Les emplois professionnalisés croissent deux fois plus vite que les emplois démocratisés et enregistrent une hausse salariale de 42 % supérieure (PwC)
Les spécialisés croissent à deux fois la vitesse des démocratisés et enregistrent une augmentation salariale de 42 % supérieure. Les postes nécessitant des compétences dans des domaines tels que l'apprentissage automatique ou le prompt engineering ont crû de 69 % depuis 2019, à un taux presque huit fois supérieur à celui du marché du travail général, et la prime salariale associée à ces capacités a atteint 62 pour cent.
Damián Vázquez, associé de PwC Argentine et leader de Management Consulting, a déclaré : « L'IA ne réduit pas l'importance du talent humain ; au contraire, elle élève la valeur de compétences telles que le leadership, la pensée critique, la créativité et la prise de décision ».
Vázquez ajoute : « Les organisations qui investiront dans le développement de ces compétences seront mieux préparées pour saisir les opportunités générées par cette transformation ».
Le rapport de PwC souligne également : « les postes d'entrée les plus exposés à l'IA ont sept fois plus de chances d'exiger des compétences traditionnellement associées à des postes seniors, telles que le leadership, la créativité ou la capacité de prise de décision. Les vacances pour ces rôles ont augmenté de 35 % depuis 2019, tandis que le reste des postes de niveau d'entrée a enregistré une baisse de 10 pour cent.
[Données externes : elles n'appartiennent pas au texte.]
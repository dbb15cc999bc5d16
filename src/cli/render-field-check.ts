/** The field check as text for people: the verdict, the table by latency band, the model's calibration and the sentences. */
import type { FieldBand, FieldCheckReport } from '../field/field-types.js';
import { percentagePoints } from '../field/field-summary.js';
import { fixed } from './output.js';
import { compactTable } from './table.js';

const VERDICT = {
  holds: 'HOLDS',
  under_compensates: 'UNDER-COMPENSATES',
  over_compensates: 'OVER-COMPENSATES',
  not_enough_data: 'NOT ENOUGH DATA TO TELL',
  nothing_compensated: 'NOTHING WAS COMPENSATED',
} as const;

function interval(value: number | null, lower: number | null, upper: number | null): string {
  if (value === null) return '-';
  return lower === null || upper === null ? fixed(value) : `${fixed(value)} [${fixed(lower)}, ${fixed(upper)}]`;
}

function gapCell(band: FieldBand, report: FieldCheckReport): string {
  if (band.index === report.compensation.reference_band) return 'reference';
  if (!band.eligible) return 'above the limit';
  if (band.gap === null) return '-';
  return `${percentagePoints(band.gap.estimate)} [${percentagePoints(band.gap.lower).replace(' pp', '')}, ${percentagePoints(band.gap.upper)}]`;
}

export function renderFieldCheck(report: FieldCheckReport): string {
  const { data, model, compensation, calibration, settings } = report;
  const rowsHead = data.shape === 'per_round' ? 'rounds' : 'attempts';
  const level = Math.round((1 - 2 * settings.alpha) * 100);
  const referenceLabel = settings.target.kind === 'fixed' ? `target ${fixed(settings.target.probability)}` : `band ${report.bands[compensation.reference_band ?? 0]?.label ?? ''}`;
  const table = compactTable(
    ['latency band', rowsHead, 'players (control)', 'mean scale', 'predicted before', 'predicted after [95%]', 'observed [95%]', `gap to ${referenceLabel} [${level}%]`],
    ['left', 'right', 'right', 'right', 'right', 'right', 'right', 'right'],
  );
  for (const band of report.bands) {
    const marker = band.index === compensation.worst_band ? ' (worst)' : '';
    table.push([
      `${band.label}${marker}`,
      String(data.shape === 'per_round' ? (band.rounds ?? 0) : band.attempts),
      `${band.players} (${band.control_players})`,
      band.mean_scale === null ? '-' : band.mean_scale.toFixed(3),
      band.predicted_before === null ? '-' : fixed(band.predicted_before),
      interval(band.predicted, band.predicted_lower, band.predicted_upper),
      interval(band.observed, band.observed_lower, band.observed_upper),
      gapCell(band, report),
    ]);
  }
  const lines = [
    `Field check of ${data.file} against ${model.file ?? 'the model'} (${model.link}; trained on ${model.training_latency_ms.min}-${model.training_latency_ms.max} ms, scales ${model.training_scale.min}-${model.training_scale.max})`,
    '',
    `Compensation: ${VERDICT[report.verdict]} (margin ±${(settings.margin * 100).toFixed(1)} pp)`,
    `  ${compensation.message}`,
  ];
  const residual = compensation.residual_latency_per_100ms;
  if (residual !== null) {
    lines.push(`  Residual latency effect beyond the model at the applied scales: ${residual.estimate.toFixed(3)} log-odds per 100 ms (95% interval ${residual.lower.toFixed(3)} to ${residual.upper.toFixed(3)}).`);
  }
  lines.push('', table.toString(), `Gaps compare bands at the file's difficulty mix; observed rates are as played. Intervals are cluster-robust by player (CR1).`, '');
  lines.push(`Model: ${calibration.recommendation === 'refit' ? 'REFIT' : 'KEEP'}`, `  ${calibration.reason}`);
  if (calibration.recommendation === 'refit' && calibration.commands !== null) {
    lines.push(`  Refit on the live rows:\n    ${calibration.commands.new_data}`);
    if (calibration.commands.combined !== null) lines.push(`  Or on the training and live rows together:\n    ${calibration.commands.combined}`);
    lines.push(`  ${calibration.commands.note}`);
  }
  // The sentences on data, control and the caution (the verdict and the model's are above).
  lines.push('', ...report.summary.filter((line) => line !== compensation.message && !line.startsWith('Model: ') && !line.startsWith('Refit on') && !line.startsWith('Or on')));
  return lines.join('\n');
}
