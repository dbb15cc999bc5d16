/** `lagparity field-check`: the command's options and help; the run code (`field-check-run.ts`) is loaded when it runs. */
import type { Command } from 'commander';
import type { FieldCheckOptions } from './field-check-run.js';

export function registerFieldCheck(program: Command): void {
  program
    .command('field-check')
    .description('Check live play against the model its scales came from: does compensation hold across latency bands, and is the model still right?')
    .argument('<telemetry>', 'live trials (lagparity/trials@1) with a `player` column; `scale` is the scale the match applied. A CSV file, or a Parquet file or quoted glob of shards (read through DuckDB, latencies kept to 0.001 ms)')
    .requiredOption('--model <file>', 'the model file (lagparity/model@1) the scales were computed from')
    .option('--rules <file>', 'the rules (lagparity/rules@1) the scales were computed under: their target kind, latency limit, floor and cap')
    .option('--margin <gap>', 'the largest gap in hit probability, either way, that counts as equal play', '0.02')
    .option('--bands <cuts>', 'latency band cut points in ms (the last band is open)', '40,80,120,160,200')
    .option('--attribute <kind>', 'what the live scales multiplied, hit_area or timing_window (checked against the model\'s attribute)')
    .option('--threads <n>', 'threads for the calibration fits (default: the processors available, at most 4; each worker holds its own copy of the data); the answer does not depend on it')
    .option('--json', 'write one JSON document (lagparity/field-check@1, schema in docs/schemas/) to stdout')
    .addHelpText(
      'after',
      `
The verdict compares the worst-connected latency band with the best-connected one (or the band of
the rules' reference latency, or their fixed target) at the file's difficulty mix, with intervals
cluster-robust by player, by two one-sided tests against --margin: holds, under_compensates,
over_compensates, not_enough_data (with the players and rounds that would decide) or
nothing_compensated. The model's calibration and a refit of its terms say keep or refit, with the
command that refits. Bands with fewer than 10 players stay in the table but are not compared.

Examples:
  lagparity field-check matches/live-telemetry.csv --model matches/model.json --rules matches/league-rules.json
  lagparity field-check live.csv --model model.json --margin 0.03 --bands 50,100,150 --json
  lagparity field-check "season-3/*.parquet" --model matches/model.json --rules matches/league-rules.json

Exit codes: 0 compensation holds and the model is kept; 1 any other verdict, or refit;
2 bad input (a file that cannot be read, a model the telemetry does not belong to).`,
    )
    .action(async (telemetry: string, options: FieldCheckOptions) => {
      const { runFieldCheck } = await import('./field-check-run.js');
      process.exitCode = await runFieldCheck(telemetry, options);
    });
}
Où se trouvent les opportunités
Bordoy mentionne deux grandes réalités qui tirent le marché en Argentine : d'une part, l'énergie, le pétrole & gaz, l'exploitation minière et l'agro-industrie, propulsés par des projets d'envergure ; d'autre part, le e-commerce, la chaîne logistique et les fintechs, consolidés par la numérisation.
« Le marché aujourd'hui récompense la spécialisation. Qui sait se tenir à l'intersection de ces secteurs clés, apportant une valeur technique ou financière, a sans aucun doute le vent en poupe », affirme la spécialiste.

Valeria Calónico, en se basant sur les données de l'Enquête sur les attentes d'emploi de Manpower pour le troisième trimestre de 2026, souligne : « Les secteurs avec les plus grandes intentions de recrutement sont les services publics et les ressources naturelles, avec une attente nette d'emploi de 30 % ; l'automobile, 25 % ; et la technologie et les services informatiques, 22 % ». Cependant, elle précise que tous n'offrent pas le même niveau d'accessibilité pour les profils juniors. Le secteur technologique est, selon son analyse, « le plus perméable pour les premiers emplois », avec des opportunités dans les rôles de support technique, de testing, d'analyses de données juniors et d'assistance dans les projets numériques. L'énergie et l'automobile, en revanche, tendent à exiger une formation technique plus spécifique.
Chez Deel, ils soulignent : « La technologie et l'intelligence artificielle sont à la tête de la création d'opportunités pour les jeunes talents, mais les rôles opérationnels et de support - marketing, service client, ventes - concentrent sept des dix positions demandées au niveau international.
Roberto Cruz, associé de PwC Argentine responsable de la pratique de l'IA et de l'Innovation Digitale, ajoute : « Le véritable différentiel ne passe plus par l'ajout de l'IA, mais par son intégration stratégique. Les organisations qui réussissent à combiner technologie, données et talent humain avec le redesign de leurs processus génèrent des améliorations significatives en productivité, innovation et croissance, élargissant la distance par rapport à leurs concurrents ».